# 7 Statistics with NumPy
## 7_5 Covariance and Correlation in NumPy

#### numpy.cov(m, y=None, rowvar=True, bias=False, ddof=None, fweights=None, aweights=None, *, dtype=None)
- Estimate a covariance matrix, given data and weights.
- Covariance indicates the level to which two variables vary together.
- https://www.mathsisfun.com/data/covariance.html
- Wiki: Covariance in probability theory and statistics is a measure of the joint variability of two random variables.
The sign of the covariance, therefore, shows the tendency in the linear relationship between the variables.

#### numpy.corrcoef(x, y=None, rowvar=True, bias=<no value>, ddof=<no value>, *, dtype=None)
- Return Pearson product-moment correlation coefficients.
- The values of R are between -1 and 1, inclusive.
- https://www.mathsisfun.com/data/correlation.html
- Wiki: In statistics, correlation or dependence is any statistical relationship, whether causal or not, between two random variables or bivariate data. Although in the broadest sense, "correlation" may indicate any type of association, in statistics it usually refers to the degree to which a pair of variables are linearly related.

#### numpy.

In [11]:
import numpy as np
np.__version__

'2.1.1'

In [12]:
# Functions

def show_attr(arrnm: str) -> str:
    strout = f' {arrnm}: '

    for attr in ('shape', 'ndim', 'size', 'dtype'):     #, 'itemsize'):
            arrnm_attr = arrnm + '.' + attr
            strout += f'| {attr}: {eval(arrnm_attr)} '

    return strout

In [13]:
A = np.array([[1,0,0,3,1],
              [3,6,6,2,9],
              [4,5,3,8,0]])

print(show_attr('A'))
A

 A: | shape: (3, 5) | ndim: 2 | size: 15 | dtype: int64 


array([[1, 0, 0, 3, 1],
       [3, 6, 6, 2, 9],
       [4, 5, 3, 8, 0]])

In [14]:
# np.cov() - The output is a 3x3 matrix which is symmetrical over
# the main diagonal (1.5 - 7.7 - 8.5). The value in the 2nd col
# of the 1st row (-2) is equal to the value of the 1st col of 2nd
# row.
# jm: Every element is the cov. of the row and itself and the other
# two rows. First row: 1.5 es cov of row_1 and row_1. -2 is the cov
# of row_1 and row_2. And 2 is the cov of row_1 and row _3

np.cov(A)
# All these values represent the cov between diff rows of A
# The cov of an element and itself is just the variance
# Cov(X,X) = Var(X), then all the els in te main diagonal represnt
# the variance for that associated row.
# Cov(A,B) = Cov(B,A) - (jm: commutative)
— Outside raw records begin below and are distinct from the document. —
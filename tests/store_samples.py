"""Small contents for the tests of the store. The numbers are invented and mean nothing."""

from __future__ import annotations

from typing import Any

from propdb.model.records import Carrier, Entry, Source, Species
from propdb.store.content import Content, with_id

WATER = Species(
    name="water",
    formula="H2O",
    charge=0,
    composition=(("H", 2), ("O", 1)),
    molar_mass=0.018,
    cas="7732-18-5",
    inchikey="XLYOFNOQVPJJNP-UHFFFAOYSA-N",
    synonyms=("steam", "oxidane"),
)
ETHANOL = Species(
    name="ethanol",
    formula="C2H6O",
    charge=0,
    composition=(("C", 2), ("H", 6), ("O", 1)),
    molar_mass=0.046,
    cas="64-17-5",
    inchikey="LFQSCWFLJHTTHZ-UHFFFAOYSA-N",
    synonyms=("ethyl alcohol",),
)
ETHER = Species(
    name="dimethyl ether",
    formula="C2H6O",
    charge=0,
    composition=(("C", 2), ("H", 6), ("O", 1)),
    molar_mass=0.046,
    cas="115-10-6",
    synonyms=("methoxymethane",),
)
SODIUM = Species("sodium", "Na", 0, (("Na", 1),), 0.023, "7440-23-5")
SODIUM_ION = Species("sodium ion", "Na", 1, (("Na", 1),), 0.023, "17341-25-2")
ALL = (WATER, ETHANOL, ETHER, SODIUM, SODIUM_ION)

BOOK = Source(
    key="book-2001",
    title="A book of invented values",
    authors=("Nobody, N.",),
    year=2001,
    kind="book",
    cls="handbook",
    terms="invented",
    fields={"publisher": "None", "place": "Nowhere"},
    carrier="typed for the tests",
    lineage=(("older-1990", "the same numbers"),),
)
REPORT = Source("report-2010", "A report of invented values", ("Nobody, N.",), 2010, "report", "evaluated", "invented")
SEED = Carrier("propdb seed", "0", "entries.csv", 2, "typed for the tests")


def entry(species: Species, quantity: str = "Hf", value: float | None = -1000.5, **fields: Any) -> Entry:
    """An entry with its id; ``fields`` override the constant in the gas that it is otherwise."""
    plain: dict[str, Any] = {
        "id": "",
        "species": species.name,
        "quantity": quantity,
        "phase": "g",
        "form": "",
        "to": "",
        "equation": "",
        "temperature": 298.15,
        "value": value,
        "unit": "J/mol",
        "carried": "" if value is None else f"{value / 1000:.4f}",
        "carried_unit": "kJ/mol",
        "params": {},
        "tmin": None,
        "tmax": None,
        "uncertainty": 40.0,
        "uncertainty_unit": "",
        "uncertainty_kind": "expanded-95",
        "datum": "elements-298K",
        "conditions": "",
        "source": BOOK.key,
        "locator": species.formula,
        "carriers": (SEED,),
    }
    return with_id(Entry(**(plain | fields)), species)


def curve(species: Species, **fields: Any) -> Entry:
    """A heat-capacity polynomial."""
    plain: dict[str, Any] = {
        "equation": "polynomial",
        "temperature": None,
        "unit": "J/mol/K",
        "carried": "3.5 1e-3",
        "carried_unit": "R",
        "params": {"exponents": [0, 1], "coefficients": [29.1, 0.0083]},
        "tmin": 200.0,
        "tmax": 1500.0,
        "uncertainty": None,
        "uncertainty_kind": "",
        "datum": "",
    }
    return entry(species, "Cp", None, **(plain | fields))


def content(**fields: Any) -> Content:
    """A small base; ``fields`` override its parts."""
    plain: dict[str, Any] = {
        "species": ALL,
        "sources": (BOOK, REPORT),
        "datums": {"elements-298K": {"kind": "elements", "temperature": 298.15, "schedule": [["H", "g"], ["O", "g"]]}},
        "policy": {"ranks": {BOOK.key: 2, REPORT.key: 1}, "defaults": {"class": [1.5, 2]}},
        "entries": (
            entry(WATER),
            entry(WATER, value=-999.0, source=REPORT.key),
            curve(WATER),
            entry(ETHANOL, value=-77.25),
            entry(ETHANOL, "Hvap", 42.0, phase="l", datum=""),
        ),
    }
    return Content(**(plain | fields))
array([[ 1.5, -2. ,  2. ],
       [-2. ,  7.7, -7. ],
       [ 2. , -7. ,  8.5]])

In [15]:
# np.corrcoef() - Correlation coefficient of the matrix
# Corr(X,Y) = Cov(X,Y) / (Std(X) *  Std(Y))

np.corrcoef(A)
# Finds the relationships between every two rows of the array
# Corr(X,X) = 1. Corr between a value and itself is always 1

array([[ 1.        , -0.58848989,  0.56011203],
       [-0.58848989,  1.        , -0.8652532 ],
       [ 0.56011203, -0.8652532 ,  1.        ]])

In [23]:
display(np.correlate(A[0,:], A[1,:]))
display(np.correlate(A[0,:], A[1,:], 'same'))
display(np.correlate(A[0,:], A[1,:], 'full'))


array([18])

array([ 6, 33, 18, 20, 24])

array([ 9,  2,  6, 33, 18, 20, 24, 15,  3])

In [28]:
# Create a randomize new integer matrix
from numpy.random import Generator as gen 
from numpy.random import PCG64 as pcg 

array_RG = gen(pcg())
B = array_RG.integers(20, size=(3,5))
display(B)

display(np.cov(B))
display(np.corrcoef(B))

array([[ 8,  8, 17, 19, 14],
       [17, 13,  7,  8, 18],
       [ 1, 13,  5, 14,  8]])

array([[ 25.7 , -17.15,   8.45],
       [-17.15,  25.3 ,  -9.9 ],
       [  8.45,  -9.9 ,  29.7 ]])

array([[ 1.        , -0.67256971,  0.30585242],
       [-0.67256971,  1.        , -0.36115756],
       [ 0.30585242, -0.36115756,  1.        ]])

Correlating

corrcoef(x[, y, rowvar, bias, ddof, dtype])
Return Pearson product-moment correlation coefficients.

correlate(a, v[, mode])
Cross-correlation of two 1-dimensional sequences.

cov(m[, y, rowvar, bias, ddof, fweights, ...])
Estimate a covariance matrix, given data and weights.